Wednesday, November 04, 2009

Graphs that make you go hmmmm 

I do a number of local talks in town, usually a couple per month, but for some reason I hadn't done any big ones in the last six weeks. So when I was prepping for this morning's talk to the collected Rotaries of the area, I had to put some new slides together. Whenever I do this, there's one that tells me something I did not realize before. The one above is this months thing-I-didn't-know-before.

This is real personal income, removing all of the effects of transfer payment changes. We talked about this last year when I saw that, except for the 2008 Bush-Pelosi rebate checks, we had a slight decline in real personal income. In 2009, that number goes off the cliff. You'll note that this is one of the components we use in calculating coincident indicators, and it's a measure used by NBER in determining the business cycle peaks and troughs. (They use a monthly series -- I'm using a quarterly one from last week's GDP report.)

What really grabbed me was the technical note that came with the report:
During each of the second and third quarters, the Making Work Pay Credit provision lowered personal taxes and raised disposable personal income about $50 billion (annual rate). During the second quarter, ARRA provided payments of $250 to beneficiaries of social security and other programs that raised disposable personal income about $55 billion. ARRA also provided special government social benefits for unemployment assistance, for student aid, and for nutritional assistance; these special benefits raised disposable income about $49 billion in the third quarter and about $35 billion in the second quarter. ARRA also funded current grants (such as Medicaid) and capital grants (such as highway construction) to state and local governments of about $75 billion in the third quarter and $85 billion in the second quarter.
How much of our third quarter GDP growth is due to this stimulus? Maybe more than we think. But how long will it last? Harder question. What I know is that after looking at this graph, I have a harder time finding the trough of the current recession. Both income and employment declining? I know monthly GDP turned positive in July (only 2 months of data so far), and I know there are revisions to the data forthcoming. So I could be wrong, but I need more evidence before I start thinking the national economy reversed.

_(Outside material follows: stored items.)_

@dataclass(frozen=True)
class StringLayout:
    """The string: ``parallel`` branches of ``series`` devices each.

    ``part`` and ``positions`` give the part each position holds; with a ``mix`` any device may
    instead be the mix's part, drawn anew in every built string (``sampling.draw_strings``).
    """

    series: int
    parallel: int
    derating: float
    part: str
    positions: tuple[PositionOverride, ...] = ()
    mix: Mix | None = None

    def _grid(self, attribute: str, fill, dtype) -> np.ndarray:
        """``attribute`` of the overrides over every device, ``fill`` where none sets it.

        Overrides of every branch go first, so that an override of one branch is never undone.
        """
        grid = np.full((self.parallel, self.series), fill, dtype=dtype)
        for override in sorted(self.positions, key=lambda entry: entry.branch is not None):
            value = getattr(override, attribute)
            if value is None:
                continue
            rows = range(self.parallel) if override.branch is None else [override.branch - 1]
            for row in rows:
                grid[row, override.index - 1] = value
        return grid

    def part_grid(self) -> np.ndarray:
        """Part name of every device, shape (parallel, series), as an object array (with a mix:
        the part a position holds when its device is not substituted)."""
        return self._grid("part", self.part, object)

    def serial_grid(self) -> np.ndarray:
        """Serial number of the measured device in every position (None where drawn from the
        part), shape (parallel, series), as an object array."""
        return self._grid("serial", None, object)

    def part_grids(self) -> tuple[np.ndarray, ...]:
        """The part grids a built string picks its devices from, device by device: the part grid
        alone; with a mix of fraction 1 the mix's part everywhere (but where a measured device is
        placed by serial number: it is never substituted); with a fraction strictly between 0 and
        1 both (a mix of fraction 0 changes nothing)."""
        grid = self.part_grid()
        if self.mix is None or self.mix.fraction == 0.0:
            return (grid,)
        everywhere = np.where(self.placed_by_serial(), grid, self.mix.part).astype(object)
        return (everywhere,) if self.mix.fraction == 1.0 else (grid, everywhere)

    def part_labels(self) -> np.ndarray:
        """The part of each position as reports name it, (parallel, series): ``"A|B"`` where a mix
        makes the part vary from string to string (A held, B mixed in), else the one part."""
        grids = self.part_grids()
        labels = grids[0].copy()
        for other in grids[1:]:
            differ = labels != other
            labels[differ] = [f"{a}|{b}" for a, b in zip(labels[differ], other[differ])]
        return labels

    def placed_by_serial(self) -> np.ndarray:
        """Mask (parallel, series) of the positions holding a measured device by serial number."""
        return ~np.equal(self.serial_grid(), None)

    def temperature_rise_grid(self) -> np.ndarray:
        """Temperature rise above ambient of every device [K], shape (parallel, series)."""
        return self._grid("temperature_rise", 0.0, float)


@dataclass(frozen=True)
class Grading:
    """The grading network of every stage (nominal values; tolerances are drawn by the sampler)."""

    resistor: float | None
    resistor_tolerance: float
    resistor_tcr: float
    resistor_rated_voltage: float | None
    resistor_rated_power: float | None
    capacitor: float | None
    capacitor_tolerance: float
    capacitor_rated_voltage: float | None
    damping_resistor: float | None
    # Shape of the tolerance band: "normal" (tolerance at sigma_at_limit, truncated there) or
    # "uniform" (anywhere in the band, as parts selected from a wider production spread).
    resistor_distribution: str = "normal"
    capacitor_distribution: str = "uniform"


@dataclass(frozen=True)
class MonteCarlo:
    """Settings of the Monte Carlo run."""

    trials: int
    seed: int
    confidence: float
    sigma_at_limit: float
    screened: bool
    lot_share: float
    correlation: tuple[tuple[str, str, float], ...] = ()
    # Whether ``screened`` was written in the file: then it decides every row that does not say
    # ``screened`` itself (the design-wide override of :func:`row_screened`).
    screened_given: bool = False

UPDATE: Looking at James Hamilton, I see he has the monthly disposable personal income graph. But that has all those transfers, like the $250 checks to seniors, included in it and I think that view is distorting the underlying trend. Look at page 6 of the monthly income and consmption data report (published last Friday.) I'm looking at the line labeled "Personal income excluding current transfer receipts, billions of chained (2005) dollars" -- it's the last boldfaced line at the bottom of that page. That pulls out the effects of the stimulus. If the economy was getting better, wouldn't that number be rising? Or am I just asking for too much?